The Prosopographus portrait I recently acquired is one of those with the Halifax trade label and promotional text on the back, augmented by a handwritten inscription identifying its subject as Ellen Waterhouse. The silhouette itself is a likeness of the basic type that was thrown in free with the price of admission: the profile painted in black, with just a few embellishments added in the same color to represent hair and veil.
It’s also mounted in a rectangular ebonized frame with an oval opening rimmed in gilt metal and an acorn-shaped hanger, an extremely common frame type of the period. This is almost certainly the original frame into which the portrait was put at the exhibition, with the card being trimmed to fit the oval opening on site.
I’ve seen references to only three other specific silhouettes with the Halifax label, though I imagine there must be others out there. One is in the National Media Museum in Bradford, West Yorkshire, but its frame doesn’t look original, at least to my eye, and it certainly isn’t typical of the genre. The other two are reportedly in color, with painted landscape backgrounds, which I believe would make them more desirable for the average silhouette collector but less compelling as specimens of “automatic” portraiture. All things considered, I like to think my portrait of Ellen Waterhouse might just be the most perfectly representative specimen of Prosopographus’s work known to exist.

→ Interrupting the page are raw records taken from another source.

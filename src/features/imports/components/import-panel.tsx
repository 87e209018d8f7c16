import { useRef, useState } from "react";
import { Trans, useTranslation } from "react-i18next";
import { Link } from "react-router";
import { IMPORT_KINDS, IMPORT_LIMITS, IMPORT_MAX_BYTES, type ImportKind } from "@shared/api/imports";
import { Button } from "@/components/ui/button";
import { Card } from "@/components/ui/card";
import { Notice } from "@/components/ui/notice";
import { ProgressBar } from "@/components/ui/progress";
import type { UploadProgress } from "@/lib/api-client";
import { bytes, count } from "@/lib/format";
import { templateUrl, useImportFile, type ImportOutcome } from "../api/imports.queries";
import { ImportColumns } from "./import-columns";
import { ImportCounts, ImportErrors } from "./import-preview";

type Sending = { dryRun: boolean; progress: UploadProgress | null; controller: AbortController };

/**
 * Pick a kind and a file; the file is checked at once (a dry run that writes nothing), the problems
 * are listed by row and column, and only a clean file can be imported — all rows or none.
 */
export function ImportPanel({ onImported }: { onImported?: () => void }) {
  const { t } = useTranslation("admin");
  // A kind's words: its label, its name inside a sentence ("heats"; German keeps its capitals), its text.
  const kindText = (k: ImportKind, part: "label" | "inSentence" | "text") => t(`imports.kinds.${k}.${part}`);
  const [kind, setKind] = useState<ImportKind>("heats");
  const [file, setFile] = useState<File | null>(null);
  const [check, setCheck] = useState<ImportOutcome | null>(null);
  const [final, setFinal] = useState<ImportOutcome | null>(null);
  const [error, setError] = useState<string | null>(null);
  const [sending, setSending] = useState<Sending | null>(null);
  const inputRef = useRef<HTMLInputElement>(null);
  const send = useImportFile({ onImported: () => onImported?.() });

  const reset = () => {
    setCheck(null);
    setFinal(null);
    setError(null);
  };

  const run = async (f: File, k: ImportKind, dryRun: boolean) => {
    const controller = new AbortController();
    setError(null);
    if (!dryRun) setFinal(null);
    setSending({ dryRun, progress: null, controller });
    try {
      const outcome = await send.mutateAsync({
        kind: k,
        file: f,
        dryRun,
        signal: controller.signal,
        onProgress: (progress) => setSending((s) => (s && s.controller === controller ? { ...s, progress } : s)),
      });
      if (outcome.status === "checked") setCheck(outcome);
      else setFinal(outcome);
    } catch (err) {
      if ((err as Error).name !== "AbortError") setError((err as Error).message);
    } finally {
      setSending((s) => (s?.controller === controller ? null : s));
    }
  };

  const pick = (f: File | null) => {
    reset();
    setFile(f);
    if (!f) return;
    if (f.size > IMPORT_MAX_BYTES) {
      setError(t("imports.panel.tooLarge", { name: f.name, size: bytes(f.size), limit: bytes(IMPORT_MAX_BYTES) }));
      return;
    }
    void run(f, kind, true);
  };

  const checked = check?.status === "checked" ? check.result : null;
  const canImport = Boolean(file && checked?.valid && !sending && final?.status !== "imported");

  return (
    <div className="space-y-5">
      <Card title={t("imports.panel.step1")}>
        <div role="radiogroup" aria-label={t("imports.panel.kindOfFile")} className="grid gap-3 md:grid-cols-3">
          {IMPORT_KINDS.map((k) => (
            <label
              key={k}
              className={`flex min-h-14 cursor-pointer gap-3 rounded-md border-2 p-3 ${k === kind ? "border-strand-700 bg-strand-50" : "border-ink-200 bg-white hover:border-ink-300"}`}
            >
              <input
                type="radio"
                name="import-kind"
                value={k}
                checked={k === kind}
                disabled={Boolean(sending)}
                onChange={() => {
                  setKind(k);
                  reset();
                  setFile(null);
                  if (inputRef.current) inputRef.current.value = "";
                }}
                className="mt-1 h-5 w-5 accent-strand-700"
              />
              <span>
                <span className="block font-semibold">{kindText(k, "label")}</span>
                <span className="block text-xs text-ink-600">{kindText(k, "text")}</span>
              </span>
            </label>
          ))}
        </div>
      </Card>

      <div className="grid gap-5 xl:grid-cols-[minmax(0,3fr)_minmax(0,2fr)]">
        <div className="space-y-5">
          <Card title={t("imports.panel.step2")}>
            <div className="space-y-4">
              <div className="flex flex-col gap-1">
                <label htmlFor="import-file" className="text-sm font-semibold text-ink-800">
                  {t("imports.panel.fileLabel", { what: kindText(kind, "inSentence") })}
                </label>
                <input
                  id="import-file"
                  ref={inputRef}
                  type="file"
                  accept=".xlsx,.csv,application/vnd.openxmlformats-officedocument.spreadsheetml.sheet,text/csv"
                  disabled={Boolean(sending)}
                  onChange={(e) => {
                    const f = e.target.files?.[0] ?? null;
                    pick(f);
                    // Picking the same (fixed) file again must fire again.
                    e.target.value = "";
                  }}
                  className="block w-full min-h-12 rounded-md border border-ink-300 bg-white text-sm file:mr-3 file:min-h-12 file:cursor-pointer file:border-0 file:bg-ink-800 file:px-4 file:font-semibold file:text-white"
                />
                <p className="text-xs text-ink-600">{t("imports.panel.fileHint", { size: bytes(IMPORT_MAX_BYTES), rows: count(IMPORT_LIMITS.rows) })}</p>
              </div>
              {file ? (
                <p className="text-sm" data-testid="import-file-name">
                  <Trans
                    t={t}
                    i18nKey="imports.panel.file"
                    values={{ name: file.name, size: bytes(file.size) }}
                    components={{ 1: <span className="font-semibold" /> }}
                  />
                </p>
              ) : null}
              {sending ? (
                <div className="space-y-2" data-testid="import-progress">
                  <ProgressBar
                    label={
                      sending.progress?.sent
                        ? sending.dryRun
                          ? t("imports.panel.checking")
                          : t("imports.panel.importing")
                        : file
                          ? t("imports.panel.uploading", { name: file.name })
                          : t("imports.panel.uploadingFile")
                    }
                    value={sending.progress?.sent ? null : (sending.progress?.fraction ?? 0)}
                    detail={
                      sending.progress && !sending.progress.sent
                        ? t("imports.panel.progress", { loaded: bytes(sending.progress.loaded), total: bytes(sending.progress.total) })
                        : t("imports.panel.oneMoment")
                    }
                  />
                  <Button variant="ghost" onClick={() => sending.controller.abort()}>
                    {t("imports.panel.cancel")}
                  </Button>
                </div>
              ) : null}
              {error ? <Notice tone="error">{error}</Notice> : null}
            </div>
          </Card>

          {checked ? (
            <Card title={checked.fileName ? t("imports.panel.step3", { name: checked.fileName }) : t("imports.panel.step3File")}>
              <div className="space-y-4" data-testid="import-check">
                <ImportCounts result={checked} real={false} />
                {checked.valid ? (
                  <Notice tone="ok" title={t("imports.panel.readyTitle")}>
                    {t("imports.panel.ready", { count: checked.rows, n: count(checked.rows) })}
                  </Notice>
                ) : (
                  <ImportErrors result={checked} />
                )}
                {final?.status === "imported" ? (
                  <p className="text-sm font-semibold text-ok-700">{t("imports.panel.alreadyImported")}</p>
                ) : (
                  <div className="flex flex-wrap items-center gap-3">
                    <Button size="lg" disabled={!canImport} onClick={() => file && void run(file, kind, false)}>
                      {t("imports.panel.import", { count: checked.rows, n: count(checked.rows) })}
                    </Button>
                    {!checked.valid ? <span className="text-sm text-ink-700">{t("imports.panel.fixFile")}</span> : null}
                    {file && !sending ? (
                      <Button variant="ghost" onClick={() => void run(file, kind, true)}>
                        {t("imports.panel.checkAgain")}
                      </Button>
                    ) : null}
                  </div>
                )}
              </div>
            </Card>
          ) : null}

          {final ? (
            <Card title={t("imports.panel.step4")}>
              <div className="space-y-4" data-testid="import-result">
                {final.status === "imported" ? (
                  <>
                    <Notice tone="ok" title={t("imports.panel.importedTitle")}>
                      {t("imports.panel.imported", {
                        file: final.result.fileName ?? t("imports.panel.theFile"),
                        created: t(`imports.kinds.${kind}.count`, { count: final.result.counts.created, n: count(final.result.counts.created) }),
                        updated: count(final.result.counts.updated),
                        unchanged: count(final.result.counts.unchanged),
                        slabs: t("imports.panel.slabs", { count: final.result.slabsResolved, n: count(final.result.slabsResolved) }),
                      })}
                    </Notice>
                    <ImportCounts result={final.result} real />
                    {kind === "heats" || kind === "slabs" ? (
                      <Link to="/heats" className="inline-flex min-h-11 items-center font-semibold text-strand-700 underline">
                        {t("imports.panel.toHeats")}
                      </Link>
                    ) : null}
                  </>
                ) : (
                  <>
                    <Notice tone="error" title={t("imports.panel.notImportedTitle")}>
                      {t("imports.panel.notImported")}
                    </Notice>
                    <ImportErrors result={final.result} />
                  </>
                )}
              </div>
            </Card>
          ) : null}
        </div>

        <Card title={t("imports.panel.columnsOf", { what: kindText(kind, "inSentence") })}>
          <div className="space-y-3">
            <a
              href={templateUrl(kind)}
              download
              className="inline-flex min-h-12 items-center gap-2 rounded-md border border-ink-300 bg-white px-4 text-sm font-semibold text-ink-900 hover:bg-ink-50"
              data-testid="template-link"
            >
              <span aria-hidden>⤓</span> {t("imports.panel.template", { what: kindText(kind, "inSentence") })}
            </a>
            <p className="text-xs text-ink-600">{t("imports.panel.headersHint")}</p>
            <div className="max-h-[40rem] overflow-y-auto rounded-md border border-ink-100 px-3">
              <ImportColumns kind={kind} />
            </div>
          </div>
        </Card>
      </div>
    </div>
  );
}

The proprietor and inventor of Prosopographus was identified in newspaper reports and advertisements as one Mr. Herve or Hervé, and in the London Morning Post for December 2, 1826, he is named specifically as “Mr. C. Herve”:
In the past, art historians have correctly identified this “Mr. C. Herve” with Charles Hervé (1785-1866), who is “regarded as one of the finer British silhouette artists,” according to Profiles of the Past. “No figure appears more often in the literature on nineteenth-century silhouettes,” writes Sue McKechnie; and he was also active as a miniature painter in the 1800s and 1810s. Unfortunately, there’s been a lot of confusion about his relationship to several other artists also named Hervé, resulting in a rat’s nest of compounded inferences in the secondary literature. Thanks to the many genealogical resources now conveniently available online, however, I think I’ve managed to sort things out, at least to my own satisfaction.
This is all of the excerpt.